# [Information]
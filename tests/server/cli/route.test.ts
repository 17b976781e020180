import { execFileSync, spawnSync } from 'node:child_process';
import { describe, expect, it } from 'vitest';
import { memoryIo } from '../../../server/cli/io';
import { run as route } from '../../../server/cli/commands/route';
import { run as bound } from '../../../server/cli/commands/bound';
import { loadTsp, TSPLIB_OPTIMA } from '../../helpers/tsplib';

const square = {
  points: [
    [0, 0],
    [3, 0],
    [3, 4],
    [0, 4],
  ],
  depot: 0,
};

function rows(name: string): number[][] {
  const { matrix } = loadTsp(name);
  return Array.from({ length: matrix.n }, (_, i) => Array.from(matrix.d.subarray(i * matrix.n, (i + 1) * matrix.n)));
}

async function routeWith(args: string[], input: unknown): Promise<{ code: number; out: string[]; err: string[] }> {
  const io = memoryIo(typeof input === 'string' ? input : JSON.stringify(input));
  const code = await route(args, io);
  return { code, out: io.stdout, err: io.stderr };
}

describe('aislewright route (in process)', () => {
  it('prints method, improve, order from the depot and length including the walk back', async () => {
    const r = await routeWith(['--method', 'sorted-edges', '--improve', 'local'], square);
    expect(r.code).toBe(0);
    const body = JSON.parse(r.out[0]!);
    expect(Object.keys(body)).toEqual(['method', 'improve', 'order', 'length', 'ms']);
    // A 3 × 4 rectangle's perimeter (elementary geometry).
    expect(body).toMatchObject({ method: 'sorted-edges', improve: 'local', order: [0, 1, 2, 3], length: 14 });
  });

  it('solves burma14 exactly from a distance matrix', async () => {
    // TSPLIB optimum of burma14 (Reinelt 1991), GEO distance per the reference README.
    const r = await routeWith(['--method=exact'], { distances: rows('burma14'), depot: 3 });
    expect(r.code).toBe(0);
    const body = JSON.parse(r.out[0]!);
    expect(body.length).toBe(TSPLIB_OPTIMA.burma14);
    expect(body.order[0]).toBe(3);
    expect(new Set(body.order).size).toBe(14);
  });

  it('runs deep with a seed and a time limit', async () => {
    const r = await routeWith(['--method', 'nearest-neighbor', '--improve', 'deep', '--time-limit-ms', '50', '--seed', '3'], {
      distances: rows('ulysses22'),
      depot: 0,
    });
    expect(r.code).toBe(0);
    expect(JSON.parse(r.out[0]!).length).toBeGreaterThanOrEqual(TSPLIB_OPTIMA.ulysses22!);
    // From above: deep never lengthens nearest neighbor, at most (⌈log2 22⌉ + 1)/2 = 3 times the optimum on
    // metric instances (Rosenkrantz, Stearns & Lewis 1977).
    expect(JSON.parse(r.out[0]!).length).toBeLessThanOrEqual(3 * TSPLIB_OPTIMA.ulysses22!);
  });

  const bad: [string, string[], unknown, RegExp][] = [
    ['ragged matrix', ['--method', 'best'], { distances: [[0, 1], [1]], depot: 0 }, /row 1 has 1 entries/],
    [
      'asymmetric matrix',
      ['--method', 'best'],
      {
        distances: [
          [0, 1],
          [2, 0],
        ],
        depot: 0,
      },
      /not symmetric/,
    ],
    [
      'negative distance',
      ['--method', 'best'],
      {
        distances: [
          [0, -1],
          [-1, 0],
        ],
        depot: 0,
      },
      /negative/,
    ],
    [
      'non-finite distance',
      ['--method', 'best'],
      {
        distances: [
          [0, null],
          [null, 0],
        ],
        depot: 0,
      },
      /not a finite number/,
    ],
    [
      'depot out of range',
      ['--method', 'best'],
      {
        points: [
          [0, 0],
          [1, 1],
        ],
        depot: 2,
      },
      /depot 2 is out of range/,
    ],
    [
      'more than 16 stops for exact',
      ['--method', 'exact'],
      { points: Array.from({ length: 18 }, (_, i) => [i, 0]), depot: 0 },
      /limited to 16 stops; this trip has 17/,
    ],
    ['not JSON', ['--method', 'best'], '{oops', /not valid JSON/],
    ['both shapes', ['--method', 'best'], { points: [[0, 0]], distances: [[0]] }, /exactly one of/],
    ['bad point', ['--method', 'best'], { points: [[0, 0], [1]] }, /point 1 is not a pair/],
    ['missing method', [], square, /--method is required/],
    ['unknown method', ['--method', 'fastest'], square, /unknown method 'fastest'/],
    ['unknown improve', ['--method', 'best', '--improve', 'max'], square, /unknown improve mode 'max'/],
    ['bad time limit', ['--method', 'best', '--time-limit-ms', '-4'], square, /--time-limit-ms must be a non-negative number/],
    ['bad seed', ['--method', 'best', '--seed', '1.5'], square, /--seed must be an integer/],
    ['unknown option', ['--method', 'best', '--fast'], square, /unknown option --fast/],
  ];
  it.each(bad)('rejects %s with one line and exit 2', async (_, args, input, message) => {
    const r = await routeWith(args, input);
    expect(r.code).toBe(2);
    expect(r.out).toEqual([]);
    expect(r.err).toHaveLength(1);
    expect(r.err[0]).not.toContain('\n');
    expect(r.err[0]).toMatch(message);
  });
});

describe('aislewright bound (in process)', () => {
  it('prints a lower bound no greater than the optimum', async () => {
    // TSPLIB optimum of att48 (Reinelt 1991); the Held–Karp bound is below it and within 3 %.
    const io = memoryIo(JSON.stringify({ distances: rows('att48'), depot: 0 }));
    expect(await bound(['--time-limit-ms', '1000'], io)).toBe(0);
    const body = JSON.parse(io.stdout[0]!);
    expect(Object.keys(body)).toEqual(['lowerBound']);
    expect(body.lowerBound).toBeLessThanOrEqual(10628);
    expect(body.lowerBound).toBeGreaterThanOrEqual(0.97 * 10628);
  });

  it('rejects bad input with exit 2', async () => {
    const io = memoryIo(
      JSON.stringify({
        distances: [
          [0, 1],
          [1, 0],
        ],
        depot: -1,
      }),
    );
    expect(await bound([], io)).toBe(2);
    expect(io.stderr[0]).toMatch(/depot -1 is out of range/);
  });
});

describe('aislewright through node server/cli/bin.mjs', () => {
  const bin = new URL('../../../server/cli/bin.mjs', import.meta.url).pathname;
  it('answers route on stdin and exits 0', () => {
    const out = execFileSync('node', [bin, 'route', '--method', 'repeated-nearest-neighbor', '--improve', 'local'], {
      input: JSON.stringify(square),
      encoding: 'utf8',
    });
    expect(JSON.parse(out)).toMatchObject({ method: 'repeated-nearest-neighbor', order: [0, 1, 2, 3], length: 14 });
  });

  it('exits 2 with one line on stderr for an asymmetric matrix', () => {
    const r = spawnSync('node', [bin, 'route', '--method', 'best'], {
      input: JSON.stringify({
        distances: [
          [0, 1],
          [2, 0],
        ],
        depot: 0,
      }),
      encoding: 'utf8',
    });
    expect(r.status).toBe(2);
    expect(r.stdout).toBe('');
    expect(r.stderr.trim().split('\n')).toHaveLength(1);
    expect(r.stderr).toMatch(/not symmetric/);
  });
});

# [Prompt]
Check each line above for the word "execFileSync". Then state how many lines contain it, and nothing more.

# [Answer to this task]
2